▶ _What is required_:
The following data has a line with "sunlight to scale." and a line with "if !(self.sun_scale >= 0.0". Write out exactly those lines and all the lines between them.
--- Exercise material Enclosed Below ---
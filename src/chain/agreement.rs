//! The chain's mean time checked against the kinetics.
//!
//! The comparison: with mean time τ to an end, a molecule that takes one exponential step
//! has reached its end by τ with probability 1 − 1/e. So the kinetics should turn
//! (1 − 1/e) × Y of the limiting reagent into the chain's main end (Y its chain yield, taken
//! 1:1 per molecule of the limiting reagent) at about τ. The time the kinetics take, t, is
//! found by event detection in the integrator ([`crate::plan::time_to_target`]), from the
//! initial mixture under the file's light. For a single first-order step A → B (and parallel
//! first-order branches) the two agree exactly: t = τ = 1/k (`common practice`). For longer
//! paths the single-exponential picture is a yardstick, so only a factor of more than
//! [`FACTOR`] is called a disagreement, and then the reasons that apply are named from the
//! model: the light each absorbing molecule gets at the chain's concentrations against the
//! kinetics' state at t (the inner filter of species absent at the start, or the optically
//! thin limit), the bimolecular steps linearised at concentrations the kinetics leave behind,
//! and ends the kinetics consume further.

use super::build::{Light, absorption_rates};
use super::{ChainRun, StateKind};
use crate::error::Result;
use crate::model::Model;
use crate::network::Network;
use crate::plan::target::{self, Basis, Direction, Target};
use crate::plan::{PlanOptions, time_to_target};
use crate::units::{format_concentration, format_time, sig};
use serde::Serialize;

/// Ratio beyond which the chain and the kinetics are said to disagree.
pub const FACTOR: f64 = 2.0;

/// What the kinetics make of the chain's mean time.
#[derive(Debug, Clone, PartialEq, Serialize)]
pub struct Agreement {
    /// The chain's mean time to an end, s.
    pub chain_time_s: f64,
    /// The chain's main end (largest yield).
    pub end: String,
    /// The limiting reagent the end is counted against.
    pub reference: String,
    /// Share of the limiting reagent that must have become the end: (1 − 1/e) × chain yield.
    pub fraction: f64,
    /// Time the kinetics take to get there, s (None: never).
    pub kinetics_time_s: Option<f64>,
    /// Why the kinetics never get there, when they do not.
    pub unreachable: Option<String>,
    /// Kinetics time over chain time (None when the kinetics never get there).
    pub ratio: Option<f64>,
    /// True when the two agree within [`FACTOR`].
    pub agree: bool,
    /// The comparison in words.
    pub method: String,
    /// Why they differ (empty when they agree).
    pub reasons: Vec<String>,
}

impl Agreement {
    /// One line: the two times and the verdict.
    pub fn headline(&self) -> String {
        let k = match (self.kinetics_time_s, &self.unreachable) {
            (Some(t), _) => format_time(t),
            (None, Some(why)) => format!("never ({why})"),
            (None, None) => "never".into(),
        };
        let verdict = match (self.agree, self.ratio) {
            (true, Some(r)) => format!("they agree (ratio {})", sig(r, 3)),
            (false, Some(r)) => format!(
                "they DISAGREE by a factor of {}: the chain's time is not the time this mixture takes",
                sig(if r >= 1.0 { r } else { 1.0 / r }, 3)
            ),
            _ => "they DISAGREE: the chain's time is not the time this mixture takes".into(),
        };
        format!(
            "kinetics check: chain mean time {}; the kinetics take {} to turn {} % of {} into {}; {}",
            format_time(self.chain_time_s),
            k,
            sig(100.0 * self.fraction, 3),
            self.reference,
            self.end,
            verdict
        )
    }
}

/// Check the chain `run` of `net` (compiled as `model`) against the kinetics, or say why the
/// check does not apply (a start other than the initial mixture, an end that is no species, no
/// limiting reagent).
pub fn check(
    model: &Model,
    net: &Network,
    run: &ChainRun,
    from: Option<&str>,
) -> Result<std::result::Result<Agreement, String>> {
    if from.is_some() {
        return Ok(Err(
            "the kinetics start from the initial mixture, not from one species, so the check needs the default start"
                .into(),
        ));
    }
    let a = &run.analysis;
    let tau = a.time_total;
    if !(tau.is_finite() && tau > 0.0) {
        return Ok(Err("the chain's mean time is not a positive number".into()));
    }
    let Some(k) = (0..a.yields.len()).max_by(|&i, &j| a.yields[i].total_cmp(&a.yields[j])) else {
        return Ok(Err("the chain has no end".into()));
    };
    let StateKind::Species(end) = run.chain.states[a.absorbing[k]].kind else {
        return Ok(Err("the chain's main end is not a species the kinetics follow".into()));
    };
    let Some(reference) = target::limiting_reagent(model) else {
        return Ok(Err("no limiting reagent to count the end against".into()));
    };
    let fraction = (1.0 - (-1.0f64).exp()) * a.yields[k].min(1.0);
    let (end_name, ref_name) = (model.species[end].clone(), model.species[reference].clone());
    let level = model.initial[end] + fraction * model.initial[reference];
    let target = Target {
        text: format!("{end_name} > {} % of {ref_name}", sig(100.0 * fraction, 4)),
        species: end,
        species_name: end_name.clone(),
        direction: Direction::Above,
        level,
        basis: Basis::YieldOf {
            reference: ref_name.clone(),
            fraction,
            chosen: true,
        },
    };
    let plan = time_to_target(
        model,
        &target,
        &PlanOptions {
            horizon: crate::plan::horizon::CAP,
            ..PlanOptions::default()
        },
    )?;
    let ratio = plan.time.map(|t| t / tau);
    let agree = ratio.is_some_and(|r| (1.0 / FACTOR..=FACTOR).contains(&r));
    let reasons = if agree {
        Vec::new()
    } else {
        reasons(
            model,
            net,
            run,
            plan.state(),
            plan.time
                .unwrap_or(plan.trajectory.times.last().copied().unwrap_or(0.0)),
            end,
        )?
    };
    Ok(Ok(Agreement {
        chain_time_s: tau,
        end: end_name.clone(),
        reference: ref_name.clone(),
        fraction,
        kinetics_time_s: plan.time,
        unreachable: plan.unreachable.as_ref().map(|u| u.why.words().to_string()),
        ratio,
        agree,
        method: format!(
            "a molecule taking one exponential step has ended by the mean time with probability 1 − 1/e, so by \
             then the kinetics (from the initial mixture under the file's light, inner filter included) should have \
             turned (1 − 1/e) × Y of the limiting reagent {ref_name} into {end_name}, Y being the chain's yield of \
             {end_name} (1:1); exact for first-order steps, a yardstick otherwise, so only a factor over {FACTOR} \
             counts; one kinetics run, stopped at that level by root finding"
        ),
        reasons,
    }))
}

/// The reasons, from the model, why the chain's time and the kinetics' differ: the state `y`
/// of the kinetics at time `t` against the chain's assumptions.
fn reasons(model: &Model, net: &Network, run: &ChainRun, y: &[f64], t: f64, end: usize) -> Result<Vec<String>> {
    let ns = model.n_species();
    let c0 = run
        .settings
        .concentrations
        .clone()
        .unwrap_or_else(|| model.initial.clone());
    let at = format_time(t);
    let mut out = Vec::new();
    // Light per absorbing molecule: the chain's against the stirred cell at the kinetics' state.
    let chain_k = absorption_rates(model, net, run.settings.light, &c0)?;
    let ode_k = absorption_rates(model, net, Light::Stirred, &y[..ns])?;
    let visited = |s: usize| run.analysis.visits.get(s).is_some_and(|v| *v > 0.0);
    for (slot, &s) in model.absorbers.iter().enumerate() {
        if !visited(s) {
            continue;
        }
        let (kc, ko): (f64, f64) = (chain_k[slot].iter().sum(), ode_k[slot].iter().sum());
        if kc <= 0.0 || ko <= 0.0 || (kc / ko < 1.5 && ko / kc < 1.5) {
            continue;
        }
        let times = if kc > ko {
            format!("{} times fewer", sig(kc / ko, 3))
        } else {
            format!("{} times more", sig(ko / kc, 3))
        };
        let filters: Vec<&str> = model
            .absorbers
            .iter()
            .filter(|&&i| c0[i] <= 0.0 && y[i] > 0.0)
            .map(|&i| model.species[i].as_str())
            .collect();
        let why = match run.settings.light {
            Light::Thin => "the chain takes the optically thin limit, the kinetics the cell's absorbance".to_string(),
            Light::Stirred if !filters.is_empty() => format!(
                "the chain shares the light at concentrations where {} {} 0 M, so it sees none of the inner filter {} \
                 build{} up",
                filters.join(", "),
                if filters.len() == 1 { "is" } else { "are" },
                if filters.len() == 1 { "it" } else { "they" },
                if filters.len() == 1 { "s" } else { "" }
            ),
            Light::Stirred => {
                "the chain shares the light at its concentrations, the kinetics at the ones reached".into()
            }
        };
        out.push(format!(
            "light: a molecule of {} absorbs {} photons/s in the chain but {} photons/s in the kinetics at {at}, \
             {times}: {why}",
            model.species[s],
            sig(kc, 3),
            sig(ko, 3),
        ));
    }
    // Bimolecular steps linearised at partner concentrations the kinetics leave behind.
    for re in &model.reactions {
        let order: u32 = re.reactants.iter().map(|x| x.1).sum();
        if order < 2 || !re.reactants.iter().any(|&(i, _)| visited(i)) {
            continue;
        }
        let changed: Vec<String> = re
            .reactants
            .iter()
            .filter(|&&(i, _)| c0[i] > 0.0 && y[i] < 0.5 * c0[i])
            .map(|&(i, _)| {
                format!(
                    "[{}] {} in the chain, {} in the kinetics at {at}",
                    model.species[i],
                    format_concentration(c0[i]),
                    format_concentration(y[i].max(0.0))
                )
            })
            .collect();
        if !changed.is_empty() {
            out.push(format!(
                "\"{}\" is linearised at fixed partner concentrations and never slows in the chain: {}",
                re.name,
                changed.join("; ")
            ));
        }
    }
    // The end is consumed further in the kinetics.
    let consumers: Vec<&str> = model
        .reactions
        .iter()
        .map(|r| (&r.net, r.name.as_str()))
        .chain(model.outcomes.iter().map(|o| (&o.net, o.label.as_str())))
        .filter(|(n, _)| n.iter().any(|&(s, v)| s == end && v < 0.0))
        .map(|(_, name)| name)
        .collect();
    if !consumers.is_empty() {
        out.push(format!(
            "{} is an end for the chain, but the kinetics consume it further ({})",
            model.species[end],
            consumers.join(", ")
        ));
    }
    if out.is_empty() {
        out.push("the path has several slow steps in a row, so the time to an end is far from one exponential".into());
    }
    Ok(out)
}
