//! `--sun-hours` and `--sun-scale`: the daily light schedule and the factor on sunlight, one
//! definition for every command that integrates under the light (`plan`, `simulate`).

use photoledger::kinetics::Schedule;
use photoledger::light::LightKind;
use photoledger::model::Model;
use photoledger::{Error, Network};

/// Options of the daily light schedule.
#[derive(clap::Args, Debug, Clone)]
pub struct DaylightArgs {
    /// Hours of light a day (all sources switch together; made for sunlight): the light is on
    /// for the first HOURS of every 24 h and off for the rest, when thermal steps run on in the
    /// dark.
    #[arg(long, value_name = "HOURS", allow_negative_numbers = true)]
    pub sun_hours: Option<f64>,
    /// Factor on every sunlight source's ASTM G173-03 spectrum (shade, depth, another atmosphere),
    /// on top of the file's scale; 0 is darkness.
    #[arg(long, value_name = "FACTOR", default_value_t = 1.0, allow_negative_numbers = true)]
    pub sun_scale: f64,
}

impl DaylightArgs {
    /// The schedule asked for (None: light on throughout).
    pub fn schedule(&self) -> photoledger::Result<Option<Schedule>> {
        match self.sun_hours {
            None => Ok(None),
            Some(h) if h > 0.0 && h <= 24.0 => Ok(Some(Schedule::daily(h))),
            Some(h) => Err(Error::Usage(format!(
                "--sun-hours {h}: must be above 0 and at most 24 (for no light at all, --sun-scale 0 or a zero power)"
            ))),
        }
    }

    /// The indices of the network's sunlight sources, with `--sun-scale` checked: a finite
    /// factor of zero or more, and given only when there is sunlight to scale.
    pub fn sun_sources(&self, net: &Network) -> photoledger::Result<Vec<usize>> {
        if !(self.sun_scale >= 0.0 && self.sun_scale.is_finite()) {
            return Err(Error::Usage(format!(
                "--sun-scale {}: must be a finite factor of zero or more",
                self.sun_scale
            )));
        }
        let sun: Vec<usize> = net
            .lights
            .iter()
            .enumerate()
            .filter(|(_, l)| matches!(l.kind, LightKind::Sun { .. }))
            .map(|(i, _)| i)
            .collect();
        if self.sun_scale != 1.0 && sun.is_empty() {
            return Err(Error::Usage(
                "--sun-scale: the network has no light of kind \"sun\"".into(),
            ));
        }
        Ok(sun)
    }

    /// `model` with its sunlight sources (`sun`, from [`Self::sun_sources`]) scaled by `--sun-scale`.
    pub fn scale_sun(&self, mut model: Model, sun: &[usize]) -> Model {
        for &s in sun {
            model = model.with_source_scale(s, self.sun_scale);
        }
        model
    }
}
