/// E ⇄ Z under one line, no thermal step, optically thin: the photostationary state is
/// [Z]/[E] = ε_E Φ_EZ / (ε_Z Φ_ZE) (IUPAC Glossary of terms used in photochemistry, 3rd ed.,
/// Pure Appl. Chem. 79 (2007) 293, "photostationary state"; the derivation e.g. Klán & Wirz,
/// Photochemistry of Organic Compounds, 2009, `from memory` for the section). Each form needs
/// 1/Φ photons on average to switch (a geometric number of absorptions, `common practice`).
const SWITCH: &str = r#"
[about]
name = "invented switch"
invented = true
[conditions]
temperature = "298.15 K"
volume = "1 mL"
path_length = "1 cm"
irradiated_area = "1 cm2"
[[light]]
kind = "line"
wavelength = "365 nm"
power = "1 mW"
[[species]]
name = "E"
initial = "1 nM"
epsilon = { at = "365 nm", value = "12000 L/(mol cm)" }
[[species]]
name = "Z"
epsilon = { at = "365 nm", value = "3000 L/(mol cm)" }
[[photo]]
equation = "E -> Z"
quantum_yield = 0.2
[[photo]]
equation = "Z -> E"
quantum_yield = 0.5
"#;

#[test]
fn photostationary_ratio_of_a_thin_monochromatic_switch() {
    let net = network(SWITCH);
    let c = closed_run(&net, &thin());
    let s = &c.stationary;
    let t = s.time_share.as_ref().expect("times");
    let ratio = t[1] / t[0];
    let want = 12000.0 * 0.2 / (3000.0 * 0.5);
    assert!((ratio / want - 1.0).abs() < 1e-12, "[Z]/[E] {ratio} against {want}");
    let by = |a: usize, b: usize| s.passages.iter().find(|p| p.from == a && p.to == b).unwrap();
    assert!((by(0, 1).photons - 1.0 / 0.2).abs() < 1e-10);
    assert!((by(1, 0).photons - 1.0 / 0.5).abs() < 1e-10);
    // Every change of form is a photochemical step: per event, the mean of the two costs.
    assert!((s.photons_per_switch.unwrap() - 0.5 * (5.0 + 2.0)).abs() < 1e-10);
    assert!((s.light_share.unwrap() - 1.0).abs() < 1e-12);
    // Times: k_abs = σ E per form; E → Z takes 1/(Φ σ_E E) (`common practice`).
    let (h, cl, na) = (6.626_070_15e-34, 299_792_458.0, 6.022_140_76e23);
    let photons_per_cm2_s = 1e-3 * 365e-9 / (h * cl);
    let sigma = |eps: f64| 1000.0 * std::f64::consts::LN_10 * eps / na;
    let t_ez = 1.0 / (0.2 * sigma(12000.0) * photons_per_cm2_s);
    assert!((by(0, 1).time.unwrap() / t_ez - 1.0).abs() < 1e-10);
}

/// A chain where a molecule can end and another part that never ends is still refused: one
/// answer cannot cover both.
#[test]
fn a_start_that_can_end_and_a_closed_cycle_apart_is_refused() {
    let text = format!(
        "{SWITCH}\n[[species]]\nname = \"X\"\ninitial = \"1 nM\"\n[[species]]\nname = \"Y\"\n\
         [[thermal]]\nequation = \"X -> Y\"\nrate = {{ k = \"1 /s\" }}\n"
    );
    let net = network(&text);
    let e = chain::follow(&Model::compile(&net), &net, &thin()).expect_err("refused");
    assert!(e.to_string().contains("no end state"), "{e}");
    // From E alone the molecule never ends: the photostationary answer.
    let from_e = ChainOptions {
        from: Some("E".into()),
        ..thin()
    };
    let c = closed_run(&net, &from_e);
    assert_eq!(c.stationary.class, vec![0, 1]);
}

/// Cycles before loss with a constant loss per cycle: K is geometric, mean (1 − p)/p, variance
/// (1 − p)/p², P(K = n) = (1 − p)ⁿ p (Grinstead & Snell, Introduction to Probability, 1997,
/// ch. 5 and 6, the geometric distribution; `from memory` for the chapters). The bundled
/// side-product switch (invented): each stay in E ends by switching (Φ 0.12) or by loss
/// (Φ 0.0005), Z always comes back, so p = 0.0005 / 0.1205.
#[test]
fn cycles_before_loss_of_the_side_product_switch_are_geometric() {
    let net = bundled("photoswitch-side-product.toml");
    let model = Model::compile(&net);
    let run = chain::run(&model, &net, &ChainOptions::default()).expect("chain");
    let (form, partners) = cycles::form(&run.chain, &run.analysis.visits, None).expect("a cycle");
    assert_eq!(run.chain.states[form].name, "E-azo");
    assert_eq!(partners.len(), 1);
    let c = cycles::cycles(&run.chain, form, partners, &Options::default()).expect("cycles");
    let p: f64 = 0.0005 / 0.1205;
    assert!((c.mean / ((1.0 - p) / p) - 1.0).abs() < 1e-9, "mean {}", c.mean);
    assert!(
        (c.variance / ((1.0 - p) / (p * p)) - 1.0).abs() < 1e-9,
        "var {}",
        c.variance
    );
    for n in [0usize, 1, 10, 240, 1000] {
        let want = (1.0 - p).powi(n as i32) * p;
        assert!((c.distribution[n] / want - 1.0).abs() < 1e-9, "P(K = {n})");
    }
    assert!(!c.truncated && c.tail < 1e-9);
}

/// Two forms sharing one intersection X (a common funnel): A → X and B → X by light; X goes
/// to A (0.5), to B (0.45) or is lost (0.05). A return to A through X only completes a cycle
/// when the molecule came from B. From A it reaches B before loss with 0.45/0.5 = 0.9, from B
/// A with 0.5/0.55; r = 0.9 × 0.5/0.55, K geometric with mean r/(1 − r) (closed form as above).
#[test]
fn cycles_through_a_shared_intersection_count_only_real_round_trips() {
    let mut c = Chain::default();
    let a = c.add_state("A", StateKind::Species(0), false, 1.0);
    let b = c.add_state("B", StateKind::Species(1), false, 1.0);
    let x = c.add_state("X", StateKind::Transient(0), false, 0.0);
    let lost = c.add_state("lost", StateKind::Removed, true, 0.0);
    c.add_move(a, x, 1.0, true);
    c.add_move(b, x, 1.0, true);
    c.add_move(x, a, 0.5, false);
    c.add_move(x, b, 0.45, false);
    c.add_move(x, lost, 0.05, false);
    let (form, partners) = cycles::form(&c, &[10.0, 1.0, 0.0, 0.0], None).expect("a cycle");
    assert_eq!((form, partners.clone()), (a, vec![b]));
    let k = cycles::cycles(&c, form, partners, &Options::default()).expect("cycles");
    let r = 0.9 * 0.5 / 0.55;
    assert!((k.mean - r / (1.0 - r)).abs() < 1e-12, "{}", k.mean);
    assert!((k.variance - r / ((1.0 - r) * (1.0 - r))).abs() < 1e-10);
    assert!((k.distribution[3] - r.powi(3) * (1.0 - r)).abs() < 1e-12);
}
--- End of Enclosed Exercise material ---
▶ _Solution_:
    /// factor of zero or more, and given only when there is sunlight to scale.
    pub fn sun_sources(&self, net: &Network) -> photoledger::Result<Vec<usize>> {
        if !(self.sun_scale >= 0.0 && self.sun_scale.is_finite()) {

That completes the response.